> _TASK REQUIREMENTS_:
Take the lines below beginning at the line that has "is written by" and stopping after the line that has "and tree-level values.", and print them exactly as they are, with no other lines.

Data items
--*--
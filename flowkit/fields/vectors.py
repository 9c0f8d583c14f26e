"""Frozen-in field vectors along fluid particles: stretching statistics and moment growth rates.

:func:`stretch` follows an ensemble of fluid particles, each carrying a field
vector, and reports the mean log-stretching rate (the largest Lyapunov
exponent) and the growth rates L(p) of the moments <|B|^p> (generalized
Lyapunov exponents), as time series and as fitted rates with the fitted window
and ensemble error bars.

Equation
--------
Each particle carries a line element d with dd/dt = (d . grad) u, the
variational equation with the flow's exact gradient (for a map, d -> DF d per
iteration). The field reported is

    B = d * rho / rho0,   ln(rho / rho0) = -int div u dt   (maps: -sum ln|det DF|),

which solves the general (compressible) frozen-in equation
dB/dt = (B . grad) u - B (div u); for incompressible flows div u = 0 and B = d
exactly, i.e. dB/dt = (B . grad) u (Cauchy's solution B = J B0). We integrate the
line element and apply the density factor because that keeps the link to the
Lyapunov exponent explicit (the mean log-stretching of d *is* the largest
exponent, for every flow), costs nothing extra (the divergence integral comes
with the tangent kernel), and gives the right field for ODE systems with
non-zero divergence (``quantity="line"`` reports moments of |d| instead).

Numerics
--------
Flows run through the tangent kernel :func:`flowkit.kernels.lyapunov.tangent_batch`
(adaptive DOP853, the vector renormalized after every step, log-norms summed
between checkpoints: nothing overflows and there is no Python per step); maps
through :func:`flowkit.kernels.stretching.map_tangent_batch`. Particles run in
chunks; after each chunk only per-group sufficient statistics are kept, so
memory does not grow with the number of checkpoints times particles, and an
interruption (KeyboardInterrupt) between chunks returns the finished particles
as a result flagged ``partial``.

Statistics
----------
* Mean log-stretching rate: the least-squares slope of each particle's
  ln|d(t)| over the fit window, averaged over particles; error bar = standard
  error of the mean over particles.
* Moments: ln <|B|^p>(t) = logsumexp_i(p ln|B_i|) - ln n (no overflow at any p);
  rate L(p) = least-squares slope over the fit window; error bar = delete-one-
  group jackknife over ``groups`` groups of particles (particle i in group
  i mod groups). The effective number of particles carrying moment p,
  (sum w)^2 / sum w^2 with w = |B|^p, is reported: when it is small the moment is
  carried by a handful of particles and its rate is not trustworthy.
* Ordering: for any ensemble, ln <|B|^p> is convex in p and (1/p) ln <|B|^p> is
  non-decreasing (Hoelder / Jensen), so L(p) is convex with L(p)/p
  non-decreasing as time grows; L'(0) equals the Lyapunov exponent.
"""

from __future__ import annotations

import json
import math
import time as _time
from dataclasses import dataclass, field
from pathlib import Path
from typing import Iterable, NamedTuple, Sequence

import numpy as np
from scipy.special import logsumexp

from flowkit._version import __version__
from flowkit.errors import FlowkitError
from flowkit.integrate.batch import IntegratorSettings, check_seeds, integrate_states
from flowkit.integrate.outcomes import Outcome, outcome_counts
from flowkit.maps import is_map

__all__ = ["RateEstimate", "StretchResult", "stretch", "fit_slope"]


# -- rates and fits (shared with flowkit.lines and flowkit.flux) ---------------------
@dataclass
class RateEstimate:
    """A growth rate with its error bar and the window it was fitted over.

    ``value`` and ``stderr`` are per unit time (flows) or per iteration (maps);
    NaN when no estimate exists (``method`` then says why).
    """

    value: float
    stderr: float
    window: tuple
    method: str

    def to_dict(self) -> dict:
        return {"value": _num(self.value), "stderr": _num(self.stderr), "window": [float(w) for w in self.window],
                "method": self.method}

    def __str__(self) -> str:
        return f"{self.value:.6g} ± {self.stderr:.2g} (fit over t in [{self.window[0]:g}, {self.window[1]:g}])"
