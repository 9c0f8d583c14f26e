"""Poincaré sections: crossing location against scipy and exact solutions, outcomes, files, plots, CLI."""

import json
import math

import numpy as np
import pytest
from scipy.integrate import solve_ivp

import flowkit
from flowkit import seeding
from flowkit.cli import main
from flowkit.errors import FlowkitError
from flowkit.integrate.batch import IntegratorSettings, integrate_states
from flowkit.integrate.outcomes import Outcome
from flowkit.sections import Plane, Section, Stroboscopic, poincare_section, tolerance_check, warm_sections

TIGHT = {"rtol": 1e-13, "atol": 1e-15}


def scipy_events(flow, seed, T, event, direction, n_skip_t0=True):
    """Event locations of scipy's DOP853 (the outside reference), rtol 1e-13."""
    event.direction = direction
    sol = solve_ivp(lambda t, y: flow.velocity(y[None], t)[0], (0.0, T), seed, method="DOP853",
                    events=event, **TIGHT)
    t, y = sol.t_events[0], sol.y_events[0]
    keep = t > 0.0 if n_skip_t0 else np.ones(len(t), bool)
    return t[keep], y[keep]


@pytest.fixture(scope="module")
def rotation():
    # u = (-y, x, a z^2): for a = 0 a rigid rotation about z (exact solution: circles);
    # for a = 1 and z0 > 0, z = z0 / (1 - z0 t) blows up at t = 1/z0.
    return flowkit.custom_flow(["-y", "x", "a*z**2"], params={"a": 0.0}, kind="system", name="rotation-sec")



#: (flow, seeds, plane, crossings, t_max, bounded, expected outcomes): a chaotic ball flow; a blow-up
#: beside a finished orbit with both crossing directions (each case compiles the flow's own kernel)
GENERIC_CASES = {
    "stf-ball": (lambda rot: flowkit.flow("stf", rotation=0.3), [[0.1, 0.0, 0.2], [0.3, 0.0, -0.4]],
                 Plane((0, 1, 0), 0.0, "+"), 300, math.inf, True, [Outcome.CROSSING_BUDGET] * 2),
    "blow-up-both-directions": (lambda rot: rot.with_params(a=1.0), [[1.0, 0.0, 0.5], [1.0, 0.0, -0.5]],
                                Plane((1, 0, 0), 0.0, "both"), 40, math.inf, False,
                                [(Outcome.STEP_UNDERFLOW, Outcome.NON_FINITE), Outcome.CROSSING_BUDGET]),
}
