"""Command line: ``sigmasim run | scan | demo | info | analyze | hysteresis | temper | lifetimes |
multicanonical | umbrella | vacua | validate | export | synth | score | config-reference``
(``sweep``: the old name of ``hysteresis``, for one more release).

This is the error boundary: every :class:`SigmasimError` becomes one line on
stderr and exit status 2; an interrupted run exits with 130 after writing its
checkpoint.  It also holds all the printing: every ``*_command`` function lives here and formats
what the modules' public functions return (the modules themselves print nothing).
"""

from __future__ import annotations

import argparse
import signal
import sys
from pathlib import Path

from sigmasim.errors import SigmasimError

__all__ = ["main", "format_vacua", "format_lifetimes", "hysteresis_command", "temper_command",
           "lifetimes_command"]


class _Parser(argparse.ArgumentParser):
    protocol_table = None  # a protocol command's table: its keys end the --help text

    def error(self, message):  # one line, exit 2, no usage dump
        sys.stderr.write(f"sigmasim: error: {message} (see sigmasim --help)\n")
        raise SystemExit(2)

    def format_help(self):
        text = super().format_help()
        if self.protocol_table:
            from sigmasim.reference import table_help

            text += "\n" + table_help(self.protocol_table) + "\n"
        return text


def _set_threads(n: int, sites_per_colour: int | None = None, nf: int = 1) -> int:
    """numba threads: ``n`` if positive, else one below the crossover lattice size, else the idle
    cores (:mod:`sigmasim.threads`)."""
    from sigmasim.threads import set_threads

    return set_threads(n, sites_per_colour, nf)


def execute_run(config, **kw) -> Path:
    """:func:`sigmasim.run.execute_run` with the command line's note on stderr (a resume with
    nothing left to run says so)."""
    from sigmasim.run import execute_run as run

    kw.setdefault("note", lambda text: print(f"sigmasim: {text}", file=sys.stderr))
    return run(config, **kw)


#: below this many independent samples of Im Omega_h the run table warns (N / (2 tau_int))
FEW_INDEPENDENT = 50


def _independent_samples(x) -> float:
    """N / (2 tau_int) of a series (Gamma method); N for a constant or too short series."""
    import numpy as np

    from sigmasim.analysis.gamma import gamma_analysis

    x = np.asarray(x, float)
    if x.size < 4 or not np.ptp(x) > 1e-10:  # constant up to rounding (SU(2): Im Tr U = 0)
        return float(x.size)
    try:
        tau = float(gamma_analysis(x).tau_int)
    except Exception:  # a decoration of the table: never fail the run over it
        return float(x.size)
    return x.size / (2 * max(tau, 0.5))
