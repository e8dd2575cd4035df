r"""Export a run file as plain arrays with a JSON sidecar that carries the known answers.

``sigmasim export RUN.h5 --format npz|csv|hdf5 [--out PREFIX] [--reference]``

Output
------
With ``PREFIX`` (default: the run file's path without ``.h5`` plus ``_export``):

* ``npz``:  ``PREFIX.npz``, one array per observable (complex kept complex);
* ``hdf5``: ``PREFIX.h5``, a flat HDF5 file with one dataset per observable at the root
  (complex kept complex, attrs ``description``);
* ``csv``:  ``PREFIX_<name>.csv`` per observable, a header line with the column names
  and one row per configuration; complex values are split into ``_re`` / ``_im``
  columns and trailing axes are flattened into the column name
  (``condensate_1_re`` is ``Re condensate[:, 1]``, ``slice_U_3_0_1_im`` is
  ``Im slice_U[:, 3, 0, 1]``);

and always the sidecar ``PREFIX.json``.  Every array has the configurations along
its first axis.  Array names: the run's series under their own names
(``sweep``, ``action``, ``omega``, ``condensate``, ...) and the per-time-slice sums
as ``slice_U`` (``(n, T, nf, nf)``) and ``slice_det`` (``(n, T)``).

Sidecar (format ``sigmasim-sidecar``, version 1; the same layout is written by
:mod:`sigmasim.synth`)::

    {"format": "sigmasim-sidecar", "format_version": 1,
     "kind": "run export" | "ar1" | "free-field" | "telegraph",
     "data_format": "npz" | "csv" | "hdf5",
     "files": [...],                       # data files, relative to the sidecar
     "arrays": [{"name", "shape", "dtype", "description", "convention", "units",
                 "file", "columns" (CSV only)}, ...],
     "conventions": "...", "units": "...",
     "config": {...}, "seed": int, "provenance": {...},
     "truth": {NAME: {"value": float | list, "error": float | null,
                      "how": "exact" | "tree level" | "high-statistics estimate",
                      "source": str, "description": str}, ...},
     "notes": [...]}

Truth names are scalar column names (``omega_re``, ``condensate_0_im``, ``mass_pion``);
list-valued entries (a correlator ``C(t)``) are addressed as ``NAME[t]`` by
:mod:`sigmasim.score`.  ``error`` is ``null`` for exact and tree-level values.
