def branch_index(x, nf: int, band: float = 0.5, initial: int | None = None) -> np.ndarray:
    """Branch index series (int64, shape (n,)) of branch coordinates ``x`` with a hysteresis band.

    ``initial`` fixes the index before the first measurement (then the first measurement is tested
    against it like any other); by default it is the nearest branch of ``x[0]``.
    """
    if not 0.0 <= band < 1.0:
        raise ValueError(f"band must be in [0, 1), got {band}")
    x = np.asarray(x, dtype=float).ravel()
    out = np.empty(len(x), dtype=np.int64)
    if len(x) == 0:
        return out
    if nf == 1:
        out[:] = 0
        return out
    thr = 0.5 * (1.0 + band)
    k = int(np.round(x[0])) % nf if initial is None else int(initial) % nf
    near = np.round(x).astype(np.int64) % nf
    # distance to the current branch, circular in (-nf/2, nf/2] (Python scalars: the loop is serial)
    for i, xi in enumerate(x.tolist()):
        d = xi - k
        if abs(d - nf * round(d / nf)) > thr:
            k = int(near[i])
        out[i] = k
    return out


def dwell_times(index, times=None):
    """Events and dwells of an index series.

    Returns
    -------
    events : int array (m,)
        Positions i where ``index[i] != index[i-1]``.
    completed : list of (branch, dwell) tuples
    censored_first, censored_last : (branch, dwell) or None
        ``censored_last`` is None when there is no event (the whole series is ``censored_first``).
    """
    index = np.asarray(index)
    n = len(index)
    t = np.arange(n, dtype=float) if times is None else np.asarray(times, dtype=float)
    events = np.nonzero(index[1:] != index[:-1])[0] + 1
    if n == 0:
        return events, [], None, None
    # an event happens between measurements i-1 and i: put it at the later time (the first time the
    # new branch is seen), so dwells are differences of first-seen times
    if len(events) == 0:
        return events, [], (int(index[0]), float(t[-1] - t[0])), None
    first = (int(index[0]), float(t[events[0]] - t[0]))
    completed = [(int(index[a]), float(t[b] - t[a])) for a, b in zip(events[:-1], events[1:])]
    last = (int(index[events[-1]]), float(t[-1] - t[events[-1]]))
    return events, completed, first, last
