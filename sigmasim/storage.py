"""The run file: HDF5 layout, crash-safe writer and reader (the only h5py import).

Layout of ``<output>/<name>/<name>.h5`` (format ``sigmasim-run``, version 1)::

    /                    attrs: format, format_version, config (JSON), physics_hash,
                                status (running|interrupted|complete), n_meas, sweep
    /provenance          attrs: sigmasim, git_commit, python, numpy, numba, h5py,
                                seed, created, updated, wall_seconds
    /series/<name>       (n,) float64 | complex128 | int64, or (n, nf) complex128;
                         attrs: description, convention
    /slices/U            (n, T, nf, nf) complex128: per-time-slice sums of U_x
    /slices/det          (n, T) complex128: per-time-slice sums of det U_x
    /state/re, /state/im (nf*nf, V) float64: the field at the last checkpoint
                         (checkerboard site order, component a*nf + b)
    /state               attrs: step, sweep, n_meas, step_size, ... (ChainState scalars),
                         win_acc, win_tried

Time series are chunked and resizable along the first axis.  Records stay in
memory between checkpoints; a checkpoint copies the file, appends to the copy,
flushes and fsyncs it and then renames it over the original (write new, flush,
then switch), so a crash at any moment leaves the previous complete file.
Nothing is ever unpickled: strings are JSON.
"""

from __future__ import annotations

import datetime as _dt
import json
import os
import platform
import shutil
import subprocess
import time
from pathlib import Path

import h5py
import numpy as np

from sigmasim import __version__
from sigmasim.chain import SERIES, SLICES, ChainState
from sigmasim.config import RunConfig, config_from_dict
from sigmasim.errors import ConfigError, RunFileError, SigmasimError

__all__ = ["RunWriter", "RunData", "open_run", "read_state", "FORMAT", "FORMAT_VERSION",
           "check_writable"]

FORMAT = "sigmasim-run"
FORMAT_VERSION = 1


def _now() -> str:
    return _dt.datetime.now(_dt.timezone.utc).isoformat(timespec="seconds")


def _git_commit() -> str:
    here = Path(__file__).resolve().parent
    try:
        out = subprocess.run(["git", "rev-parse", "HEAD"], cwd=here, capture_output=True, text=True,
                             timeout=5)
    except (OSError, subprocess.SubprocessError):
        return "unknown"
    return out.stdout.strip() if out.returncode == 0 else "unknown"


def _provenance(config: RunConfig) -> dict:
    import numba

    return {
        "sigmasim": __version__,
        "git_commit": _git_commit(),
        "python": platform.python_version(),
        "numpy": np.__version__,
        "numba": numba.__version__,
        "h5py": h5py.__version__,
        "seed": config.seed,
    }


def check_writable(path: Path, need_bytes: int) -> None:
    """Fail early when the run folder cannot be created or written, or the disk is too full."""
    folder = path.parent
    try:
        folder.mkdir(parents=True, exist_ok=True)
    except OSError as exc:
        raise RunFileError(f"cannot create the output folder {folder}: {exc.strerror}") from None
    if not os.access(folder, os.W_OK):
        raise RunFileError(f"the output folder {folder} is not writable")
    free = shutil.disk_usage(folder).free
    if free < need_bytes:
        raise RunFileError(
            f"not enough free disk space in {folder}: need about {need_bytes / 2**20:.0f} MiB, "
            f"{free / 2**20:.0f} MiB free"
        )


def _one_line(exc: BaseException) -> str:
    return " ".join(str(exc).split()) or type(exc).__name__


def _open_checked(path: Path, mode: str = "r") -> h5py.File:
    path = Path(path)
    if not path.exists():
        raise RunFileError(f"{path} does not exist")
    if not path.is_file():
        raise RunFileError(f"{path} is not a file")
    try:
        f = h5py.File(path, mode)
    except Exception:  # OSError for truncated/foreign files; never let h5py's text through
        raise RunFileError(f"{path} is not a readable HDF5 file (truncated or damaged?)") from None
    try:
        fmt = f.attrs.get("format")
        if isinstance(fmt, bytes):
            fmt = fmt.decode("utf-8", "replace")
        if not isinstance(fmt, str) or fmt != FORMAT:
            raise RunFileError(f"{path} is not a sigmasim run file")
        v = f.attrs.get("format_version")
        if not (isinstance(v, (int, np.integer)) and not isinstance(v, (bool, np.bool_))
                and int(v) == FORMAT_VERSION):
            shown = v if isinstance(v, (int, np.integer, float, str, bytes)) else type(v).__name__
            raise RunFileError(f"{path} has format version {shown!r}; this sigmasim reads version "
                               f"{FORMAT_VERSION}")
    except RunFileError:
        f.close()
        raise
    except Exception as exc:  # attributes of a damaged file can fail to decode
        f.close()
        raise RunFileError(f"{path} has damaged attributes ({_one_line(exc)})") from None
    return f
--*--
> _RESPONSE BOX_:
Sidecar (format ``sigmasim-sidecar``, version 1; the same layout is written by
:mod:`sigmasim.synth`)::

    {"format": "sigmasim-sidecar", "format_version": 1,
     "kind": "run export" | "ar1" | "free-field" | "telegraph",
     "data_format": "npz" | "csv" | "hdf5",
     "files": [...],                       # data files, relative to the sidecar
     "arrays": [{"name", "shape", "dtype", "description", "convention", "units",
                 "file", "columns" (CSV only)}, ...],
     "conventions": "...", "units": "...",
     "config": {...}, "seed": int, "provenance": {...},
     "truth": {NAME: {"value": float | list, "error": float | null,
                      "how": "exact" | "tree level" | "high-statistics estimate",
                      "source": str, "description": str}, ...},
     "notes": [...]}

Truth names are scalar column names (``omega_re``, ``condensate_0_im``, ``mass_pion``);
list-valued entries (a correlator ``C(t)``) are addressed as ``NAME[t]`` by
:mod:`sigmasim.score`.  ``error`` is ``null`` for exact and tree-level values.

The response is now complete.